London: European shares edged higher on Monday, though gains were capped as Spanish banks fell on the CajaSur bailout and investors remained concerned the euro zone crisis could hurt global growth.
The index got support from the mining sector, which was given a boost by stronger copper prices on hopes China would not act further to cool its economy and slow demand for metals.
By 0915 GMT, the pan-European FTSEurofirst 300 index was up 0.4% at 973.76 points having been up as high as 980.37 earlier.
The index has lost 12.6% since fears over the euro zone’s sovereign debt problems and new fiscal austerity measures escalated in mid-April.
Spanish banks Banco Santander and BBVA reversed earlier session gains to cap gains in the banking sector and fell 1.1% and 2.1% respectively.
The Bank of Spain said on Saturday it had taken over the running of savings bank CajaSur after the failure of its planned merger with another of the country’s small lenders.
The STOXX Europe 600 Banking index is down 17.4% since fears escalated mid-April.
Mining stocks were in demand. Eurasian Natural Resources and Rio Tinto rose 0.4 and 1.7% respectively.

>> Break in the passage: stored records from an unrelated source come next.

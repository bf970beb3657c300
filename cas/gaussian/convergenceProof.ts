/**
 * Symbolic convergence rules that settle common cases exactly: Sylvester's
 * criterion on Re A with minors of provable sign, Re A = 0 with a provably
 * nonzero det(Im A), or a diagonal entry of Re A that is provably negative.
 */
import type { Domain } from '../../shared/evaluation.js';
import type { Expr } from '../lang/ast.js';
import { add, div, mul, neg, num, pow, product, I, name as nameExpr, PI } from '../expr/build.js';
import { imagPart, ldet, provedSign, realPart, toLaurent, type Laurent } from '../domains/laurent.js';
import type { Q } from '../domains/rational.js';

export type ProofOutcome =
  | { kind: 'absolute'; reason: string; minors: Expr[] }
  | { kind: 'oscillatory'; reason: string; detB: Expr }
  | { kind: 'divergent'; reason: string; direction: number[] };

function qExpr(x: Q): Expr {
  const n = x.n < 0n ? -x.n : x.n;
  const e = x.d === 1n ? num(n.toString()) : div(num(n.toString()), num(x.d.toString()));
  return x.n < 0n ? neg(e) : e;
}

/** A Laurent polynomial as an expression, for the record. */
export function laurentExpr(a: Laurent): Expr {
  let acc: Expr = num(0);
  for (const t of a.values()) {
    const factors: Expr[] = [];
    for (const [n, e] of t.exps) {
      const base = n === '%pi' ? PI : n === '%e' ? { t: 'const', name: 'e' } as Expr : nameExpr(n);
      factors.push(e === 1 ? base : pow(base, num(e)));
    }
    const re = t.c.re.n !== 0n ? qExpr(t.c.re) : null;
    const im = t.c.im.n !== 0n ? mul(qExpr(t.c.im), I) : null;
    const coeff = re && im ? add(re, im) : (re ?? im ?? num(0));
    acc = add(acc, mul(coeff, product(factors)));
  }
  return acc;
}

export function proveConvergence(A: readonly (readonly Expr[])[], domains: ReadonlyMap<string, Domain>): ProofOutcome | null {
  const n = A.length;
  if (n > 4) return null;
  const L: Laurent[][] = [];
  for (const row of A) {
    const r: Laurent[] = [];
    for (const e of row) { const l = toLaurent(e, domains); if (!l) return null; r.push(l); }
    L.push(r);
  }
  const re = L.map((row) => row.map(realPart));
  const minors: Laurent[] = [];
  let allPositive = true;
  for (let k = 1; k <= n; k++) {
    const m = ldet(re.slice(0, k).map((row) => row.slice(0, k)));
    minors.push(m);
    if (provedSign(m, domains) !== 1) { allPositive = false; break; }
  }
  if (allPositive) {
    return {
      kind: 'absolute',
      reason: `Re A is positive definite on the whole domain: its leading principal minors are sums of terms that are positive under the declared domains (Sylvester's criterion).`,
      minors: minors.map(laurentExpr),
    };
  }
  for (let j = 0; j < n; j++) {
    if (provedSign(re[j]![j]!, domains) === -1) {
      return {
        kind: 'divergent',
        reason: `The diagonal entry Re A_${j + 1}${j + 1} is negative on the whole domain, so the integrand grows along the x_${j + 1} axis.`,
        direction: Array.from({ length: n }, (_, k) => (k === j ? 1 : 0)),
      };
    }
  }
  if (re.every((row) => row.every((x) => x.size === 0))) {
    const detB = ldet(L.map((row) => row.map((x) => imagPart(x))));
    const s = provedSign(detB, domains);
    const monomialNonzero = detB.size === 1 && [...detB.values()].every((t) => [...t.exps.keys()].every((v) => {
      const d = v.startsWith('%') ? 'positive' : domains.get(v);
      return d === 'positive' || d === 'negative' || d === 'nonzero';
    }));
    if (s === 1 || s === -1 || monomialNonzero) {
      return {
        kind: 'oscillatory',
        reason: 'Re A vanishes identically and det(Im A) is nonzero on the whole domain: an oscillatory integral, defined as the limit of A + epsilon*I as epsilon -> 0+.',
        detB: laurentExpr(detB),
      };
    }
  }
  return null;
}
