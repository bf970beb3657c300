/** Words and formulas for the step record of a Gaussian integral. */
import type { Expr } from '../lang/ast.js';
import type { PolarValue } from '../../shared/evaluation.js';
import { toLatex, toText } from '../expr/print.js';
import { tidy } from '../expr/tidy.js';
import type { C } from '../numeric/cmatrix.js';

export const fmt = (x: number, digits = 6) => Number(x.toPrecision(digits)).toString();

export function polar(z: C): PolarValue { return { re: z.re, im: z.im, arg: Math.atan2(z.im, z.re) }; }

/** An angle as a multiple of pi, e.g. "0.4375*pi". */
/** An angle as a multiple of pi: 0, pi, -pi, 0.25*pi. */
export function piMultiple(a: number): string {
  const m = fmt(a / Math.PI, 4);
  return m === '0' || m === '-0' ? '0' : m === '1' ? 'pi' : m === '-1' ? '-pi' : `${m}*pi`;
}

export function matrixLatex(m: readonly (readonly Expr[])[]): string {
  return `\\begin{pmatrix} ${m.map((row) => row.map((e) => toLatex(tidy(e))).join(' & ')).join(' \\\\ ')} \\end{pmatrix}`;
}
export function matrixText(m: readonly (readonly Expr[])[]): string {
  return `[${m.map((row) => `[${row.map((e) => toText(tidy(e))).join(', ')}]`).join(', ')}]`;
}
export function vectorLatex(v: readonly Expr[]): string {
  return `\\begin{pmatrix} ${v.map((e) => toLatex(tidy(e))).join(' \\\\ ')} \\end{pmatrix}`;
}
export function vectorText(v: readonly Expr[]): string { return `(${v.map((e) => toText(tidy(e))).join(', ')})`; }

export function complexText(z: C, digits = 6): string {
  const re = Math.abs(z.re) < 1e-15 * Math.abs(z.im) ? 0 : z.re;
  const im = Math.abs(z.im) < 1e-15 * Math.abs(z.re) ? 0 : z.im;
  return complexFromParts(re, im, (x) => fmt(x, digits));
}
/**
 * re + im*i written with f for each part; a unit imaginary part prints as i (0.33333 + i, -i, 2*i).
 * The one writer of complex numbers in the record's text (and, through complexLatex, its LaTeX).
 */
export function complexFromParts(re: number, im: number, f: (x: number) => string): string {
  if (im === 0) return f(re);
  const mag = f(Math.abs(im));
  const imag = mag === '1' ? 'i' : `${mag}*i`;
  if (re === 0) return im < 0 ? `-${imag}` : imag;
  return `${f(re)} ${im < 0 ? '-' : '+'} ${imag}`;
}
/** exp(m*i*pi/4) in text, with m = 1 and -1 written exp(i*pi/4) and exp(-i*pi/4). */
export const quarterPhaseText = (m: number) => (m === 1 ? 'exp(i*pi/4)' : m === -1 ? 'exp(-i*pi/4)' : `exp(${m}*i*pi/4)`);
export const complexLatex = (z: C, digits = 6) => complexText(z, digits).replace(/\*i/g, '\\,i');
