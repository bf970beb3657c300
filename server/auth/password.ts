import { createHmac, randomBytes, scrypt, timingSafeEqual } from 'node:crypto';
import { promisify } from 'node:util';
import bcrypt from 'bcryptjs';

/**
 * Stored hashes are versioned.
 *
 * `sw3$N$r$p$<salt>$<key>` (the current format) is scrypt from node:crypto: it runs on the
 * libuv thread pool, so a sign-in never holds the event loop. bcryptjs, which the earlier
 * formats used, computes on the main thread in one ~95 ms slice per hash (its async API
 * yields only every 100 ms), stalling every other request during each sign-in.
 * N = 2^15, r = 8, p = 1: 32 MiB and about 100 ms a hash here, memory-hard as well as slow.
 * The parameters are stored with the hash, so raising them later upgrades at sign-in.
 *
 * `sw2$<bcrypt>` is bcrypt over the base64 HMAC-SHA-256 of the password (44 ASCII bytes, so
 * bcrypt's cut at 72 bytes never drops a part of it); a bare `$2…` hash is bcrypt over the
 * password itself. Both still verify and are replaced at the next successful sign-in
 * (`needsRehash`).
 */
const PREFIX = 'sw3$';
const N = 2 ** 15;
const R = 8;
const P = 1;
const KEY_BYTES = 32;
// Node refuses scrypt above maxmem (default 32 MiB); 128*N*r is exactly 32 MiB, plus headroom.
const MAX_MEM = 64 * 2 ** 20;

const LEGACY_PREFIX = 'sw2$';
// Not a secret (it only fixes the pre-hash's length); a changed key would break every sw2 hash.
const PREHASH_KEY = 'sheetwise-password-prehash-v2';
const prehash = (password: string) => createHmac('sha256', PREHASH_KEY).update(password, 'utf8').digest('base64');

const scryptAsync = promisify(scrypt) as (password: string | Buffer, salt: Buffer, keylen: number, options: { N: number; r: number; p: number; maxmem: number }) => Promise<Buffer>;

export async function hashPassword(password: string): Promise<string> {
  const salt = randomBytes(16);
  const key = await scryptAsync(Buffer.from(password, 'utf8'), salt, KEY_BYTES, { N, r: R, p: P, maxmem: MAX_MEM });
  return `${PREFIX}${N}$${R}$${P}$${salt.toString('base64')}$${key.toString('base64')}`;
}

export async function checkPassword(password: string, stored: string): Promise<boolean> {
  if (stored.startsWith(PREFIX)) {
    const [n, r, p, salt, key] = stored.slice(PREFIX.length).split('$');
    const expected = Buffer.from(key ?? '', 'base64');
    if (!salt || expected.length === 0) return false;
    const got = await scryptAsync(Buffer.from(password, 'utf8'), Buffer.from(salt, 'base64'), expected.length, { N: Number(n), r: Number(r), p: Number(p), maxmem: MAX_MEM });
    return timingSafeEqual(got, expected);
  }
  if (stored.startsWith(LEGACY_PREFIX)) return bcrypt.compare(prehash(password), stored.slice(LEGACY_PREFIX.length));
  return bcrypt.compare(password, stored);
}

/** True for hashes of an older format or weaker parameters, which are upgraded when the password is next given. */
export const needsRehash = (stored: string) => !stored.startsWith(`${PREFIX}${N}$${R}$${P}$`);

/** Random salt and key in the current shape (no password is known to give it), checked against when the address is unknown: the same work as a real check. */
export const DUMMY_HASH = 'sw3$32768$8$1$fIp7xV1mH0b2rW2k3pS0Dg==$3m0C2a6yA3v5fJb8KxQ2o7X9q1tYw4zR5uE6iN8hL0c=';
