"""What a gauge costs: the part that grows with its record and the part that does not.

Usage::

    python benchmarks/per_gauge.py [--years 2 5 15 30 90] [--gauge-years 6000] [--seed 3]

For each record length it generates a network of about ``--gauge-years`` gauge-years (so each
length does the same amount of daily work), times the pipeline's per-gauge work in this one
process (serial, best of three), and fits

    milliseconds per gauge = fixed + per_year × years

by least squares. ``fixed`` is what every gauge pays whatever its length: the Python and numpy
calls of each step (a few thousand a gauge, counted here with cProfile), the small tables, the
notes. ``per_year`` is the daily passes, the events and the water years. Prints figures,
asserts nothing.

Why it matters (issue 17): the end-to-end target ``io_ratio`` ≤ 2 leaves the computation of
2,000 gauges × 30 years about as long as the I/O floor itself. Work batched across gauges
could remove most of ``fixed`` but none of ``per_year × years``; that lower bound is printed.
"""

from __future__ import annotations

import argparse
import cProfile
import pstats
import sys
import time
from pathlib import Path

import numpy as np

sys.path.insert(0, str(Path(__file__).resolve().parent))
import run  # noqa: E402  (the benchmark's own helpers)


def _network(gauges, years, seed):
    from recharge_atlas.algorithms.basins import geodesic_area_km2
    from recharge_atlas.sample_layers.generate import make_network

    network = make_network(gauges, years, seed=seed)
    meta = {
        "start": str(network.dates[0].date()),
        "days": int(network.dates.size),
        "ids": list(network.gauges["gauge_id"]),
    }
    records = run._records(network.flow, meta)
    areas = dict(
        zip(network.catchments["gauge_id"], geodesic_area_km2(network.catchments.geometry))
    )
    return records, areas


def _ms_per_gauge(records, areas, repeat=3):
    run.full_computation(dict(list(records.items())[:5]), areas)  # warm: imports, caches
    best = float("inf")
    for _ in range(repeat):
        start = time.perf_counter()
        run.full_computation(records, areas)
        best = min(best, time.perf_counter() - start)
    return 1000.0 * best / len(records)


def _calls_per_gauge(records, areas):
    profile = cProfile.Profile()
    profile.enable()
    run.full_computation(records, areas)
    profile.disable()
    return pstats.Stats(profile).total_calls / len(records)


def main(argv=None):
    parser = argparse.ArgumentParser(description=__doc__.splitlines()[0])
    parser.add_argument("--years", type=int, nargs="+", default=[2, 5, 15, 30, 90])
    parser.add_argument("--gauge-years", type=int, default=6000)
    parser.add_argument("--seed", type=int, default=3)
    parser.add_argument("--workers", type=int, default=2, help="for the lower bound printed")
    args = parser.parse_args(argv)
    if len(set(args.years)) < 2:
        parser.error("give at least two different record lengths (--years)")

    rows = []
    print(f"{'years':>5} {'gauges':>6} {'ms/gauge':>9} {'calls/gauge':>11}")
    for years in sorted(set(args.years)):
        gauges = max(10, args.gauge_years // years)
        records, areas = _network(gauges, years, args.seed)
        ms = _ms_per_gauge(records, areas)
        calls = _calls_per_gauge(dict(list(records.items())[:50]), areas)
        rows.append((years, ms))
        print(f"{years:>5} {gauges:>6} {ms:>9.2f} {calls:>11.0f}", flush=True)

    years, ms = np.array(rows).T
    per_year, fixed = np.polyfit(years, ms, 1)
    print(f"\nfit: {fixed:.2f} ms fixed + {per_year:.3f} ms per year of record, per gauge")
    at30 = fixed + 30 * per_year
    print(
        f"at 30 years: {at30:.2f} ms a gauge, of which {fixed:.2f} ms ({100 * fixed / at30:.0f} %)"
        " does not grow with the record"
    )
    floor = 2000 * 30 * per_year / 1000 / max(args.workers, 1)
    print(
        f"2,000 gauges x 30 years on {args.workers} workers: {2000 * at30 / 1000 / args.workers:.1f}"
        f" s of computation now; at least {floor:.1f} s even if the fixed part were gone"
    )
    print(f"fixed_ms={fixed:.3f}")
    print(f"per_year_ms={per_year:.4f}")


if __name__ == "__main__":
    main()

“The market as a whole seems to be saying we know that there are a number of Spanish regional banks which could be bailed out and are shrugging it aside. ... There are bargain hunters coming in for resource stocks,” Wood-Smith said.
Meanwhile Spanish Prime Minister Jose Luis Rodriquez Zapatero said on Sunday Spain will not bow to union pressure and revise a €15 billion ($18.8 billion) austerity plan.
Across Europe, the FTSE 100 index was up 0.1%, Germany’s DAX fell 0.4% and France’s CAC 40 was up 0.6%.
Markets in Austria, Switzerland, Greece, Denmark and Norway were closed on Monday for public holidays.